Пантомима кончилась. На сцену вышел старый певец, некогда кумир толпы, а теперь жалкая развалина, достойный разве что уважения.

Нерон не отрывал глаз от Поппеи. Знавший ее Парис продолжал сплетничать:

— Первым ее мужем был Руфрий Криспин. В один прекрасный день она оставила его. Потом вышла замуж во второй раз.

— Хочу ее завтра видеть, — сказал Нерон.

Парис спустился в партер. Сев рядом с Поппеей, передал ей приглашение.

Глава шестнадцатаяПоппея Сабина

Октавия еще цвела. Отсеченный от корня белый бутон в стакане воды. Давно уже мертвый, но все же прекрасный.

Поппея появилась во дворце на следующий день.

— Я здесь тайно, — сказала она, — никто об этом не знает, и Отон тоже:

Она робко шла по залу, — пугливая девочка.

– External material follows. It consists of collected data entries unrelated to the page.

import type { Length } from "@/lib/core/measure/length";
import type { Blank, Strip, StripPlan } from "@/lib/core/piece/strip-plan";

/** Strips of one width that are sub-cut alike. */
export interface StripGroup {
  readonly width: Length;
  readonly strips: number;
  /** Numbers of the strips on the cut map, from 1. */
  readonly numbers: readonly number[];
  /** What each strip gives, in the order the blanks were given. */
  readonly each: readonly { readonly blank: Blank; readonly count: number }[];
}

/** Groups the strips of a plan in cutting order, so that the list reads "7 strips 3 1/2 in, 12 squares each". */
export function groupStrips(plan: StripPlan, blanks: readonly Blank[]): StripGroup[] {
  const groups = new Map<string, { width: Length; numbers: number[]; each: StripGroup["each"] }>();
  plan.strips.forEach((strip, index) => {
    const each = countBlanks(strip, blanks);
    const key = `${strip.width}|${each.map(({ blank, count }) => `${blank.key}:${count}`).join("|")}`;
    const group = groups.get(key);
    if (group) group.numbers.push(index + 1);
    else groups.set(key, { width: strip.width, numbers: [index + 1], each });
  });
  return [...groups.values()].map((group) => ({ ...group, strips: group.numbers.length }));
}

function countBlanks(strip: Strip, blanks: readonly Blank[]): StripGroup["each"] {
  return blanks
    .map((blank) => ({ blank, count: strip.cuts.filter((cut) => cut.blank === blank.key).length }))
    .filter(({ count }) => count > 0);
}

/** "1 to 7, 9" */
export function numberWords(numbers: readonly number[]): string {
  const runs: [number, number][] = [];
  for (const number of numbers) {
    const last = runs[runs.length - 1];
    if (last && last[1] === number - 1) last[1] = number;
    else runs.push([number, number]);
  }
  return runs.map(([from, to]) => (from === to ? `${from}` : to === from + 1 ? `${from}, ${to}` : `${from} to ${to}`)).join(", ");
}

Нерон подумал: «Милая и странная».

Но не такая, как вчера.

Со стороны кажется причудницей. А сама — воплощенная простота. Ей легко верить, она искренняя.

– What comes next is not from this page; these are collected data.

import fc from "fast-check";
import { describe, expect, it } from "vitest";
import { metres, yards } from "@/lib/core/measure/length";
import { roundToCash } from "@/lib/core/money/cash-rounding";
import { isCurrency } from "@/lib/core/money/currency";
import { formatFigure, formatMoney, parseMoney } from "@/lib/core/money/money";
import { taxSaleInParts } from "@/lib/core/money/tax-parts";
import { shareOut, taxOf, taxSale } from "@/lib/core/money/tax";
import { settle, stillToPay } from "@/lib/core/money/tenders";
import { countTotal, lineTotal, unitPrice, unitPriceOf } from "@/lib/core/money/unit-price";

describe("a line", () => {
  it("is rounded once, half up", () => {
    // 2 3/8 yd at 14.60 is 34.675.
    expect(lineTotal(unitPrice(146_000), yards(2.375), "yard", "USD")).toBe(3468);
    expect(lineTotal(unitPrice(124_000), yards(1), "yard", "USD")).toBe(1240);
    expect(lineTotal(unitPrice(125_000), metres(0.4), "metre", "EUR")).toBe(500);
    expect(lineTotal(unitPrice(12_400_000), yards(0.125), "yard", "JPY")).toBe(155);
    expect(countTotal(unitPriceOf(650, "USD"), 3, "USD")).toBe(1950);
  });

  it("is never off by more than half a cent", () => {
    fc.assert(
      fc.property(fc.nat(10_000_000), fc.integer({ min: 1, max: 100_000_000 }), (price, length) => {
        const exact = (price * length) / 146_304 / 100;
        expect(Math.abs(lineTotal(price, length, "yard", "USD") - exact)).toBeLessThanOrEqual(0.5 + 1e-6);
      }),
    );
  });
});

describe("tax", () => {
  it("is rounded by line or once by sale", () => {
    const lines = [{ amount: 1050, rate: 65_000 }, { amount: 1050, rate: 65_000 }];
    // 6.5 % of 10.50 is 0.6825: twice rounded 1.36, once 1.365, half up 1.37.
    expect(taxSale(lines, { by: "line", included: false })).toEqual({ lineTaxes: [68, 68], goods: 2100, tax: 136, total: 2236 });
    expect(taxSale(lines, { by: "sale", included: false })).toMatchObject({ tax: 137, total: 2237 });
  });

  it("is found inside prices that hold it", () => {
    expect(taxOf(12_000, 200_000, true)).toBe(2000);
    expect(taxSale([{ amount: 12_000, rate: 200_000 }], { by: "line", included: true })).toMatchObject({ tax: 2000, total: 12_000 });
  });

  it("adds up, however it is shared", () => {
    fc.assert(
      fc.property(fc.array(fc.record({ amount: fc.nat(100_000), rate: fc.constantFrom(0, 50_000, 65_000, 200_000) }), { minLength: 1, maxLength: 12 }), fc.boolean(), (lines, included) => {
        const sale = taxSale(lines, { by: "sale", included });
        expect(sale.lineTaxes.reduce((sum, each) => sum + each, 0)).toBe(sale.tax);
        for (const tax of sale.lineTaxes) expect(tax).toBeGreaterThanOrEqual(0);
      }),
    );
    fc.assert(
      fc.property(fc.nat(10_000), fc.array(fc.nat(1000), { minLength: 1, maxLength: 9 }), (amount, weights) => {
        expect(shareOut(amount, weights).reduce((sum, each) => sum + each, 0)).toBe(amount);
      }),
    );
  });
});

describe("tax on what comes back", () => {
  it("is what was paid on it", () => {
    for (const included of [true, false]) fc.assert(fc.property(fc.nat(1_000_000), fc.constantFrom(0, 65_000, 200_000), (amount, rate) => void expect(taxOf(-amount, rate, included)).toBe(taxOf(amount, rate, included) === 0 ? 0 : -taxOf(amount, rate, included))));
  });

  it("adds up beside goods that are bought", () => {
    const signed = fc.record({ amount: fc.integer({ min: -50_000, max: 100_000 }), rate: fc.constantFrom(0, 65_000, 200_000) });
    fc.assert(
      fc.property(fc.array(signed, { minLength: 1, maxLength: 12 }), fc.boolean(), (lines, included) => {
        const sale = taxSale(lines, { by: "sale", included });
        expect(sale.lineTaxes.reduce((sum, each) => sum + each, 0)).toBe(sale.tax);
      }),
    );
  });
});

describe("several taxes at once", () => {
  const federal = { name: "Federal", rate: 50_000 };
  const provincial = { name: "Provincial", rate: 99_750 };

  it("are each rounded for themselves", () => {
    // 5 % and 9.975 % of 10.50 are 0.525 and 1.0473…: 0.53 and 1.05.
    expect(taxSaleInParts([{ amount: 1050, rates: [federal, provincial] }], { by: "line", included: false })).toEqual({
      parts: [
        { ...federal, on: 1050, tax: 53 },
        { ...provincial, on: 1050, tax: 105 },
      ],
      goods: 1050,
      tax: 158,
      total: 1208,
    });
  });

  it("lie only on the goods that they are for", () => {
    const sale = taxSaleInParts([{ amount: 1000, rates: [federal] }, { amount: 500, rates: [federal, provincial] }, { amount: 300, rates: [] }], { by: "sale", included: false });
    expect(sale.parts.map((part) => [part.name, part.on, part.tax])).toEqual([["Federal", 1500, 75], ["Provincial", 500, 50]]);
    expect(sale).toMatchObject({ goods: 1800, tax: 125, total: 1925 });
  });

  it("agree with the tax of one rate", () => {
    const line = fc.record({ amount: fc.nat(100_000), rate: fc.constantFrom(50_000, 99_750, 200_000) });
    fc.assert(
      fc.property(fc.array(line, { minLength: 1, maxLength: 8 }), fc.boolean(), fc.constantFrom("line", "sale"), (lines, included, by) => {
        const parts = taxSaleInParts(lines.map(({ amount, rate }) => ({ amount, rates: [{ name: "Tax", rate }] })), { by, included });
        expect(parts).toMatchObject({ tax: taxSale(lines, { by, included }).tax, total: taxSale(lines, { by, included }).total });
      }),
    );
  });
});

describe("paying", () => {
  it("gives change for cash alone", () => {
    expect(settle(3468, [{ kind: "cash", given: 4000 }])).toMatchObject({ ok: true, value: { change: 532, rounding: 0 } });
    expect(settle(3468, [{ kind: "card", given: 4000 }])).toMatchObject({ ok: false, fault: { code: "too-much" } });
    expect(settle(3468, [{ kind: "cash", given: 3000 }])).toMatchObject({ ok: false, fault: { code: "not-enough", facts: { missing: 468 } } });
    expect(settle(3468, [{ kind: "card", given: 3000 }, { kind: "cash", given: 500 }])).toMatchObject({ ok: true, value: { change: 32 } });
    expect(stillToPay(3468, [{ kind: "card", given: 3000 }])).toBe(468);
  });

  it("rounds what is paid in cash to what coins there are", () => {
    expect(roundToCash(1002, 5)).toBe(1000);
    expect(roundToCash(1003, 5)).toBe(1005);
    expect(roundToCash(-1003, 5)).toBe(-1005);
    expect(() => roundToCash(1003, 0)).toThrow(RangeError);
    expect(settle(1003, [{ kind: "cash", given: 1010 }], 5)).toMatchObject({ ok: true, value: { rounding: 2, change: 5 } });
    expect(settle(1003, [{ kind: "card", given: 1003 }], 5)).toMatchObject({ ok: true, value: { rounding: 0, change: 0 } });
  });
});

describe("amounts", () => {
  it("are read again as they were written", () => {
    fc.assert(
      fc.property(fc.nat(100_000_000), fc.constantFrom(["USD", "en-US"], ["EUR", "de-DE"], ["CHF", "de-CH"], ["JPY", "ja-JP"], ["SEK", "sv-SE"]), (units, [currency = "", locale]) => {
        expect(parseMoney(formatFigure(units, currency, locale), currency)).toEqual({ ok: true, value: units });
        expect(parseMoney(formatMoney(units, currency, locale), currency)).toEqual({ ok: true, value: units });
      }),
    );
  });


  it("are written and typed in the currency's own figures", () => {
    expect(formatMoney(9400, "USD")).toBe("$94.00");
    expect(formatFigure(123_450, "USD")).toBe("1,234.50");
    expect(parseMoney("94", "USD")).toEqual({ ok: true, value: 9400 });
    expect(parseMoney("12,4", "EUR")).toEqual({ ok: true, value: 1240 });
    expect(parseMoney("1.240", "USD")).toMatchObject({ ok: false, fault: { code: "too-fine" } });
    expect(parseMoney("1240", "JPY")).toEqual({ ok: true, value: 1240 });
    expect(parseMoney("1,234.50", "USD")).toEqual({ ok: true, value: 123_450 });
    expect(parseMoney("1.234,50 €", "EUR")).toEqual({ ok: true, value: 123_450 });
    expect(parseMoney("CHF 234'567.05", "CHF")).toEqual({ ok: true, value: 23_456_705 });
    expect(parseMoney("1,240", "JPY")).toEqual({ ok: true, value: 1240 });
    expect(parseMoney("12.4", "JPY")).toMatchObject({ ok: false, fault: { code: "too-fine" } });
    expect(parseMoney("2000000", "USD", 100_000)).toMatchObject({ ok: false, fault: { code: "too-much", facts: { most: 100_000 } } });
    expect(isCurrency("toString")).toBe(false);
    for (const text of ["1,23,456.00", "1.2,3.4", "", "-1", "ten", "1.2.3", "NaN"]) expect(parseMoney(text, "USD").ok, text).toBe(false);
  });
});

Возле переносицы несколько веснушек, которые в театре он не приметил.

В туалете ее — благородная и дорогая китайская материя — нет ни лент, ни украшений. Драгоценности не носит. Корсет тоже. Под тканью угадывается красивая грудь. Косметику презирает. Мать учила ее, что только вульгарные женщины красятся, и с традиционным аристократизмом старой династии женщин, искусных в любви, она от этого воздерживается. Только ресницы ее слегка подведены, и на веках синие тени.

К визиту она готовилась недолго.

Выпила дома несколько капель возбуждающего средства, которое дал ей врач, чтобы она была свежей и оживленной, а в носилках перед мраморной лестницей дворца, достав из шкатулки миртовый шарик, раскусила его. И дыхание ее стало душистым.

Давно дожидаясь этого момента, она знала, что он непременно наступит, потому и ходила в театр.

Теперь голова у нее кружится от дворцовой роскоши. Но она не подает вида. Равнодушно смотрит на императора.

У Нерона отчаянно бьется сердце. Он хочет что-то сказать, но в горле пересохло.

— Садись, — вот все, что он может проговорить, указывая на мягкий диван.

Настороженная Поппея туда не садится, а идет к дальней скамеечке. Опускается на нее.

Оба чувствуют, что это дерзость и непочтительность. Но чувствуют также, что это создает особую атмосферу и, вопреки очевидности, их сближает. Невероятно сближает.